A U.S. expat living in Shanghai recently gave me his assessment of China's
economic situation. Quoting him at length:
"First, after the October 2008 meltdown, the mood was grim and the term "Financial
Crisis" was on everybody's lips. Business announced hiring freezes all over
town - although I did not hear of any layoffs in the Multi-national companies
I frequent. Down in Guangzhou, of course, it was a different story - as millions
of migrant rural workers in Guangdong Province factories were laid off, and
there were many riots.
"What a difference a $600 Billion stimulus makes. Beijing flooded the country
with stimulus money, and it seems to be working (sentiment-wise). Everybody
is now optimistic again. Whereas before, there was a lack of interest in the
high-priced real estate here - the interest and investment is back. Companies
are optimistic and looking forward to the future - if they are NOT export-driven.
But those companies that specialize in exports are still sucking wind. The
auto and auto parts industry (for export) have been decimated. Come to think
of it - I haven't seen an expat buddy of mine lately since he got laid off
from his auto parts company several months ago. But American and European expats
from all sorts of industries are getting called home in droves - and that is
continuing.
"Hard to figure out this multi-faceted economic elephant - but if I had to
put it in a nutshell - it's this: Export-dependent companies are hurting, but
what with the stimulus freeing up bank lending and infrastructural development,
companies that focus on domestic production and consumption are doing well
and are optimistic about the future again, even though there is an employment
problem with young college graduates that can't find a job (the job market
is not expanding, to my knowledge, but there are no mass layoffs).

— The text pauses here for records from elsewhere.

def _rasterize(geom: BaseGeometry, grid: Grid, all_touched: bool, band_rows: int = 128,
               min_vertices: int = 1000) -> np.ndarray:
    """Cells of *grid* inside *geom* (centre inside, or touched with *all_touched*), as booleans.

    ``rasterio.features.rasterize`` (GDAL's scan-line fill) costs about rows × vertices, which for
    a long, winding course outline on a tall window is most of the zoning time.  The grid is
    therefore burnt in bands of *band_rows* rows, each with the outline clipped
    (``shapely.clip_by_rect``) to the band plus one cell on every side: the clip's own edges fall
    outside the band's cells, so every band is burnt exactly as the whole grid would be.  Outlines
    of fewer than *min_vertices* vertices, and short grids, are burnt in one pass.
    """
    from affine import Affine
    from rasterio.features import rasterize

    h, w = grid.shape
    t = grid.transform
    if h <= 2 * band_rows or shapely.get_num_coordinates(geom) < min_vertices or t.b != 0 or t.d != 0 or t.e >= 0:
        return rasterize([(geom, 1)], out_shape=grid.shape, transform=t, fill=0,
                         all_touched=all_touched, dtype="uint8").astype(bool)
    out = np.zeros((h, w), dtype=bool)
    ch, cw = -t.e, t.a
    x0, x1 = t.c - cw, t.c + cw * (w + 1)
    for r0 in range(0, h, band_rows):
        r1 = min(h, r0 + band_rows)
        part = shapely.clip_by_rect(geom, x0, t.f - ch * (r1 + 1), x1, t.f - ch * (r0 - 1))
        burn = _as_arrays(part)
        if not burn:
            continue
        out[r0:r1] = rasterize(burn, out_shape=(r1 - r0, w), transform=t * Affine.translation(0, r0),
                               fill=0, all_touched=all_touched, dtype="uint8").astype(bool)
    return out


def _as_arrays(geom: BaseGeometry) -> list[tuple[dict, int]]:
    """(GeoJSON-like polygon with coordinate arrays, 1) per polygon part of *geom*, for rasterize.

    rasterio reads coordinate arrays directly; ``__geo_interface__`` would first build tuples of
    every vertex in Python.  The parts of a valid polygon are disjoint, so burning them one by one
    burns their union.
    """
    out = []
    for q in shapely.get_parts(geom):
        if q.geom_type != "Polygon" or q.is_empty:
            continue
        rings = [shapely.get_coordinates(q.exterior)] + [shapely.get_coordinates(r) for r in q.interiors]
        out.append(({"type": "Polygon", "coordinates": rings}, 1))
    return out


def _fill_nearest(values: np.ndarray, valid: np.ndarray) -> np.ndarray:
    from scipy.ndimage import distance_transform_edt

    if valid.all():
        return values
    idx = distance_transform_edt(~valid, return_distances=False, return_indices=True)
    return values[tuple(idx)]


LATTICE_STEP_M = 8.0
"""Spacing of the lattice on which a cell's position along the course line is computed exactly [m];
cells between lattice nodes are interpolated bilinearly (the position is a smooth function of the
point except on the inner side of sharp bends, where it jumps by less than the course width)."""


def _cell_xy(grid: Grid, rows: np.ndarray, cols: np.ndarray) -> tuple[np.ndarray, np.ndarray]:
    """Working-CRS x and y of the centres of cells (rows, cols) of a north-up *grid*."""
    t = grid.transform
    return t.c + t.a * (cols + 0.5), t.f + t.e * (rows + 0.5)


def _locate_on_line(line: BaseGeometry, rows: np.ndarray, cols: np.ndarray, grid: Grid,
                    step_m: float = LATTICE_STEP_M) -> np.ndarray:
    """Position along *line* [m] of the centres of cells (rows, cols).

    ``shapely.line_locate_point`` (GEOS linear referencing) is evaluated on a lattice of about *step_m*
    around the cells only, and interpolated bilinearly in between: on a 1 m grid that is about 40×
    fewer projections.  When the cells are coarser than *step_m* every cell is projected exactly.
    """
    cw, ch = grid.cell_size
    s = max(1, int(step_m // max(cw, ch)))
    if s == 1 or rows.size < 256:
        x, y = _cell_xy(grid, rows, cols)
        return shapely.line_locate_point(line, shapely.points(x, y))
    from scipy.ndimage import map_coordinates

    br, bc = rows // s, cols // s
    r0, c0 = int(br.min()), int(bc.min())
    width = int(bc.max()) - c0 + 2
    height = int(br.max()) - r0 + 2
    # Lattice blocks holding cells (bincount: much faster than fancy-index assignment), and the
    # nodes at their four corners.
    hit = (np.bincount((br - r0) * width + (bc - c0), minlength=height * width) > 0).reshape(height, width)
    need = hit.copy()
    need[1:, :] |= hit[:-1, :]
    need[:, 1:] |= hit[:, :-1]
    need[1:, 1:] |= hit[:-1, :-1]
    ni, nj = np.nonzero(need)
    x, y = _cell_xy(grid, (ni + r0) * s, (nj + c0) * s)
    # Lattice nodes lie up to one step beyond the outermost cells; GEOS clamps positions beyond the
    # ends of the line, so project on the line prolonged by a margin and clamp afterwards.
    margin = 2.0 * s * max(cw, ch)
    lat = np.zeros(need.shape)
    lat[ni, nj] = shapely.line_locate_point(_prolong(line, margin), shapely.points(x, y)) - margin
    # Bilinear interpolation between the four lattice nodes around each cell (all of them computed).
    d = map_coordinates(lat, [rows / s - r0, cols / s - c0], order=1, mode="nearest", prefilter=False)
    return np.clip(d, 0.0, line.length)


def _prolong(line: BaseGeometry, margin: float) -> BaseGeometry:
    """*line* with both end segments prolonged straight by *margin* [m]."""
    if line.geom_type != "LineString":
        return line
    c = shapely.get_coordinates(line)
    if len(c) < 2:
        return line
    u0 = c[0] - c[1]
    u1 = c[-1] - c[-2]
    n0, n1 = float(np.hypot(*u0)), float(np.hypot(*u1))
    if n0 == 0 or n1 == 0:
        return line
    return shapely.LineString(np.vstack([c[0] + u0 / n0 * margin, c, c[-1] + u1 / n1 * margin]))


def distance_along_course(mask: np.ndarray, grid: Grid, start_xy: tuple[float, float] | None,
                          centreline: BaseGeometry | None = None, elevation: np.ndarray | None = None,
                          max_nodes: int = 12_000) -> tuple[np.ndarray, tuple[float, float], tuple[float, float],
                                                            list[str]]:
    """Distance from the start [m] of every masked cell, following the course.

    A grid wrapper of :func:`distance_of_cells`.  Returns the distance grid (NaN outside the
    mask), the start and finish used, and notes.
    """
    rows, cols = np.nonzero(mask)
    d, start, finish, notes = distance_of_cells(rows, cols, grid, start_xy, centreline, elevation, max_nodes)
    dist = np.full(mask.shape, np.nan, dtype=np.float64)
    dist[rows, cols] = d
    return dist, start, finish, notes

"It has me guessing. I've been quite surprised by the turnaround. It looks
like China is much less export-dependent for its growth than I'd thought. Perhaps
the great "decoupling" theory is correct after all. Then again, there is that
$600 billion in stimulus. So, time will tell whether this turnaround is sustainable
on its own."
A definite prediction of where China's economy is headed in the longer-term
outlook is beyond the scope of this commentary. Our main concern is the intermediate-term
outlook for China's stock market, which in turn tends to lead economic performance.

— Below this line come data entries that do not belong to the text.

def order_pdf(result: Any, *, plan_name: str, plan_date: str | None,
              agent_label: str, cautions: list[str] | tuple[str, ...], issue: str = "") -> bytes:
    """Build the order sheet for the logistics lead (PDF bytes).

    Parameters
    ----------
    result
        :class:`courseplan.stages.logistics.LogisticsResult`.
    plan_name, plan_date
        Printed in the header and footer of every page.
    agent_label
        Agent name as printed.
    cautions
        General cautions (:func:`courseplan.cautions.cautions_for`).

    Returns
    -------
    bytes
        The PDF.
    """
    from reportlab.lib.units import mm
    from reportlab.platypus import Paragraph, Spacer

    s = result.summary()
    o, cr = s["order"], s["crews"]
    lines = [o, *s.get("other_orders", [])]  # one order line per agent (zones with their own agent)
    mixed = len(lines) > 1
    st = _styles()
    story: list[Any] = [
        Paragraph(f"Order sheet – {escape(plan_name)}", st["title"]),
        Paragraph(f"{escape(' + '.join(x['agent_label'] for x in lines) if mixed else agent_label)} · race day "
                  f"{escape(plan_date or 'not set')} · for the logistics lead", st["sub"]),
    ]
    for x in lines:
        story += _order_section(x, st, mixed)
    story += [Spacer(1, 3 * mm), Paragraph("Depots and crews", st["h2"]),
              Paragraph(f"Depot coordinates in {escape(str(cr['crs'] or 'the plan CRS'))}. Bags per depot "
                        "are "
                        "whole bags per zone (P90 + margin). Every crew finishes its first pass "
                        f"early enough for the agent to act ({num(cr['wait_min'], 0)} min); first run at "
                        f"{cr['first_start']}.",
                        st["small"])]
    if o.get("deliveries"):
        story[-1] = Paragraph("What is delivered where and by when: the bags the crews carry, on pallets, "
                              "one depot per crew (the crew's first pass starts there)"
                              + (", and one delivery per agent." if mixed else "."), st["small"])
        head = ["Depot", "Crew", "Lat / lon", *(["Agent"] if mixed else []), "Bags", "kg", "Pallets", "By",
                "2nd pass"]
        by_crew = {c["crew"]: c for c in cr["crews"]}
        deliveries = sorted((d for x in lines for d in x["deliveries"]), key=lambda d: d["crew"])
        body = [[escape(d["depot"]), by_crew[d["crew"]]["label"], f"{d['lat']:.5f} N / {d['lon']:.5f} E",
                 *([escape(d["agent"])] if mixed else []), str(d["bags"]), num(d["kg"], 0),
                 "–" if d["pallets"] is None else str(d["pallets"]), d["deliver_by"],
                 by_crew[d["crew"]]["second_pass"] or "–"] for d in deliveries]
        pallets = [x["pallets"] for x in lines]
        total = ["Total", "", "", *([""] if mixed else []), str(sum(d["bags"] for d in deliveries)),
                 num(sum(d["kg"] for d in deliveries), 0), "–" if None in pallets else str(sum(pallets)), "", ""]
        widths = [18, 14, 30, 14, 12, 16, 12, 12, 14] if mixed else [18, 14, 40, 12, 16, 14, 12, 16]
        story.append(_grid_table(head, body, st, total=total, widths=widths))
    else:
        head = ["Crew", "Zones", "Depot x", "Depot y", "Bags", "kg in bags", "Start", "2nd pass"]
        body = [[c["label"], _zone_span(c["zone_ids"]), num(c["depot_x"]), num(c["depot_y"]), str(c["bags"]),
                 num(c["bags"] * c["bag_kg"]), c["start"], c["second_pass"] or "–"] for c in cr["crews"]]
        story.append(_grid_table(head, body, st, total=None,
                                 widths=[18, 38, 22, 22, 12, 20, 14, 16]))
    story += _notes_and_cautions([n for n in cr["notes"] if n.startswith("SHORTFALL")], cautions, st)
    return _build(story, plan_name, plan_date, "Order sheet", issue)


def _order_section(o: dict, st: dict, mixed: bool) -> list:
    """The order of one agent: masses, bags, packages, pallets, cost, what it puts on the hill, storage."""
    from reportlab.lib.units import mm
    from reportlab.platypus import Paragraph, Spacer

    story: list[Any] = [Spacer(1, 3 * mm), Paragraph("Order" + (f": {escape(o['agent_label'])}" if mixed else ""),
                                                      st["h2"])]
    rows = [
        ["Product mass P50 (planned dose)", f"{num(o['p50_kg'])} kg"],
        ["Product mass P90", f"{num(o['p90_kg'])} kg"],
        ["Safety margin on P90", f"{num(o['margin_pct'])} %"],
        ["Needed: P90 + margin", f"{num(o['needed_kg'])} kg"],
        ["Bags handed out to crews (whole bags per zone)",
         f"{o['bags_handed_out']} × {num(o['bag_kg'])} kg = {num(o['handed_out_kg'])} kg"],
    ]
    for p in o["packages"]:
        rows.append([f"Order: {p['kind']}s of {num(p['size_kg'])} kg",
                     f"{p['count']} × {num(p['size_kg'])} kg = {num(p['kg'])} kg"])
    rows += [
        ["Total ordered", f"{num(o['order_kg'])} kg = {num(o['tonnes'], 3)} t"],
        ["Pallets (bags per pallet; one place per big bag)",
         "unknown: set [logistics] bags_per_pallet" if o["pallets"] is None else str(o["pallets"])],
        ["Cost", "no price given" if o["cost"] is None else
         f"{num(o['cost'], 2)} {o['currency']} ({num(o['price_per_kg'], 2)} {o['currency']}/kg)"],
    ]
    story.append(_kv_table(rows, st))
    if o["big_bags"]:
        story.append(Paragraph("Big bags go to depots a machine can reach; crews fill their "
                               f"{num(o['bag_kg'])} kg bags from them there.", st["small"]))
    story += [Spacer(1, 3 * mm), Paragraph("What the plan puts on the hill" + (f" ({escape(o['agent'])})" if mixed
                                                                               else ""), st["h2"]),
              _kv_table([["Nitrogen",
                          f"{num(o['nitrogen_kg'])} kg (P50), {num(o['nitrogen_p90_kg'])} kg (P90)"],
                         ["Chloride",
                          f"{num(o['chloride_kg'])} kg (P50), {num(o['chloride_p90_kg'])} kg (P90)"]], st),
              Spacer(1, 3 * mm), Paragraph("Storage", st["h2"])]
    story += [Paragraph("• " + escape(c), st["body"]) for c in o["storage_cautions"]]
    return story


def crews_pdf(result: Any, course_geom: Any, *, plan_name: str,
              plan_date: str | None, agent_label: str, cautions: list[str] | tuple[str, ...],
              issue: str = "", marks: dict[str, tuple[float, float]] | None = None,
              no_salt: Any = None) -> bytes:
    """Build the crew sheets, one page per crew (PDF bytes).

    Each page: a map of the crew's zones on the course outline (with zone numbers and the depot), an
    overview of the whole course, the zones table in walking order (zone, section, surface area, dose
    P50/P90, passes, bags, handfuls, advice), totals, timing, the hand-spreading guide and the cautions.

    Parameters
    ----------
    result
        :class:`courseplan.stages.logistics.LogisticsResult`.
    course_geom
        Course outline (shapely polygon in the zones' CRS); None draws the zones' outline instead.
    plan_name, plan_date, agent_label, cautions
        As for :func:`order_pdf`.

    Returns
    -------
    bytes
        The PDF.
    """
    import shapely
    from reportlab.lib.units import mm
    from reportlab.platypus import KeepInFrame, PageBreak, Paragraph, Spacer, Table, TableStyle

    from courseplan.render.layers import fixed_dose_text

    zt = result.zones
    doses = zt.get("edit_dose_g_m2", [None] * len(zt))
    fixed = {int(i): fixed_dose_text(d) for i, d in zip(zt["zone_id"], doses, strict=True)
             if fixed_dose_text(d)}
    labels = {o.agent: o.agent_label for o in result.order_lines}
    plan_agent = result.order.agent
    own = {int(i): labels.get(a, a) for i, a in zip(zt["zone_id"], zt.get("agent", [plan_agent] * len(zt)),
                                                    strict=True) if a != plan_agent}  # zones with their own agent

    s = result.summary()
    cr = s["crews"]
    st = _styles()
    zones = result.zones
    if course_geom is None:
        course_geom = shapely.union_all(zones.geometry.to_numpy())
    treated_geoms = zones.loc[zones["crew"] > 0]
    frame_w, frame_h = _frame_size()
    story: list[Any] = []
    if not cr["crews"]:
        story.append(Paragraph(f"Crew sheets – {escape(plan_name)}", st["title"]))
        story.append(Paragraph("No zone needs treatment: no crews.", st["body"]))
        story += _notes_and_cautions(cr["notes"], cautions, st)
    for n, c in enumerate(cr["crews"]):
        if c.get("work"):
            story.append(KeepInFrame(frame_w, frame_h, _race_day_page(
                c, cr, course_geom, treated_geoms, plan_name=plan_name, plan_date=plan_date,
                agent_label=agent_label, cautions=cautions, issue=issue, st=st, marks=marks,
                no_salt=no_salt, fixed=fixed, own=own), mode="shrink"))
            if n < len(cr["crews"]) - 1:
                story.append(PageBreak())
            continue
        mine = treated_geoms.loc[treated_geoms["crew"] == c["crew"]]
        depot = (c["depot_x"], c["depot_y"])
        map_w = frame_w * 0.64
        # a smaller map leaves room for long zone lists, so the page needs less shrinking
        map_h = max(55.0, 100.0 - 3.0 * max(len(c["zones"]) - 12, 0)) * mm
        detail, view = map_drawing(course_geom, treated_geoms, mine, depot, map_w, map_h, detail=True)
        over, _ = map_drawing(course_geom, treated_geoms, mine, depot, frame_w * 0.34, 40 * mm,
                              detail=False, view_of=view)
        key = _kv_table([
            ["Start", c["start"]],
            ["Pre-race work done by", c["done_by"]],
            ["First race start", cr["first_start"]],
            ["Second pass", c["second_pass"] or "none"],
            ["Depot x / y", f"{num(c['depot_x'])} / {num(c['depot_y'])}"],
            ["Bags at depot", f"{c['bags']} × {num(c['bag_kg'])} kg"],
            ["Work (all passes)", f"{num(c['work_min'], 0)} min"],
        ], st, small=True, widths=(0.44, 0.56), total_w=frame_w * 0.34)
        side = Table([[over], [Spacer(1, 2 * mm)], [key]], colWidths=[frame_w * 0.34])
        side.setStyle(TableStyle([("LEFTPADDING", (0, 0), (-1, -1), 0), ("RIGHTPADDING", (0, 0), (-1, -1), 0),
                                  ("TOPPADDING", (0, 0), (-1, -1), 0), ("BOTTOMPADDING", (0, 0), (-1, -1), 0),
                                  ("VALIGN", (0, 0), (-1, -1), "TOP")]))
        top = Table([[detail, side]], colWidths=[frame_w * 0.66, frame_w * 0.34])
        top.setStyle(TableStyle([("VALIGN", (0, 0), (-1, -1), "TOP"), ("LEFTPADDING", (0, 0), (-1, -1), 0),
                                 ("RIGHTPADDING", (0, 0), (-1, -1), 0)]))
        head = ["Zone", "Section", "Area m²", "Dose P50 g/m²", "P90 g/m²", "Passes", "Bags",
                "Handfuls /m² per pass", "Advice"]
        body = [[str(z["zone_id"]), escape(z["section"]), num(z["area_m2"], 0), num(z["dose_g_m2"]),
                 num(z["dose_p90_g_m2"]), str(z["passes"]), str(z["bags"]), num(z["handfuls_m2"], 2),
                 Paragraph(escape(z["advice"] + (f" Dose: {fixed[z['zone_id']]}." if z["zone_id"] in fixed
                                                 else "")), st["cell"])] for z in c["zones"]]
        total = ["Total", f"{len(c['zones'])} zones", num(c["area_m2"], 0), f"{num(c['product_kg'])} kg",
                 f"{num(c['product_p90_kg'])} kg", str(c["passes"]) + " max", str(c["bags"]), "", ""]
        page = [
            Paragraph(f"{escape(c['label'])} – {escape(plan_name)}", st["title"]),
            Paragraph(f"{escape(agent_label)} · race day {escape(plan_date or 'not set')} · zones in walking "
                      f"order (course order {c['first_course_order']}–{c['last_course_order']})", st["sub"]),
            Spacer(1, 2 * mm), top, Spacer(1, 2 * mm),
            _grid_table(head, body, st, total=total, widths=[11, 23, 15, 17, 15, 14, 12, 20, 51]),
            Spacer(1, 2 * mm),
            Paragraph("<b>Hand spreading (an estimate):</b> one handful is about "
                      f"{num(cr['handful_g'], 0)} g; "
                      "throw the handfuls per square metre in the table on each pass. Spread the P50 dose "
                      "evenly over the whole width, turn apexes included, with no clumps; the bags hold P90 "
                      "plus margin, so some may come back.", st["body"]),
            Paragraph(f"<b>Timing:</b> start {c['start']}; first pass done by {c['done_by']} (the agent "
                      f"needs {num(cr['wait_min'], 0)} min to act; first run at {cr['first_start']})." + (f" Second pass starts at {c['second_pass']}." if c["second_pass"]
                                          else ""), st["body"]),
        ]
        page += _notes_and_cautions(cr["plan_notes"] + c["notes"], cautions, st)
        story.append(KeepInFrame(frame_w, frame_h, page, mode="shrink"))
        if n < len(cr["crews"]) - 1:
            story.append(PageBreak())
    return _build(story, plan_name, plan_date, "Crew sheets", issue)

For that reason we developed the CHINAMO internal momentum indicator series
earlier this year and are using them to point to strength or weakness within
the market for U.S.-listed Chinese shares. CHINAMO has a secondary application
of predicting where the general economy for China is headed in the interim
outlook since major stock price trends tend to precede, or at least coincide
with, economic trends.
This summer, China's benchmark Shanghai Composite Index fell more than 20
percent below this year's high, supposedly on concerns that China's economic
recovery would falter as its government curtails lending. Moreover, there are
signs that since hosting last year's Olympic Games in Beijing, China's economy
is suffering from the infamous "Olympic Curse."
The lynch pin behind the rally of U.S. listed Chinese stocks (as reflected
in the various China ETFs) has been the fact that the dominant longer-term
internal momentum indicator for the China stock group has been in a strong
uptrend. This has held true since earlier this year when the market recovery
first began and continued through the summer, even when the Shanghai Composite
Index had its 20% + decline. The short-term momentum indicator (dark blue line)
and the internal trend (pink line) have been in decline since June, as has
the sub-dominant interim momentum (orange line). More recently the dominant
interim momentum indicator (light blue line) has started to roll over into
a downtrend. Yet all the while the long-term momentum indicator (circled) continued
its rise. Until now...

As the circled indicator shows, long-term momentum has apparently peaked and
is just starting to reverse its uptrend. Assuming this continues to accelerate
into a downward trend it will eventually lead to a bumpy ride for the China
stocks and another fall in the Shanghai index likely to follow.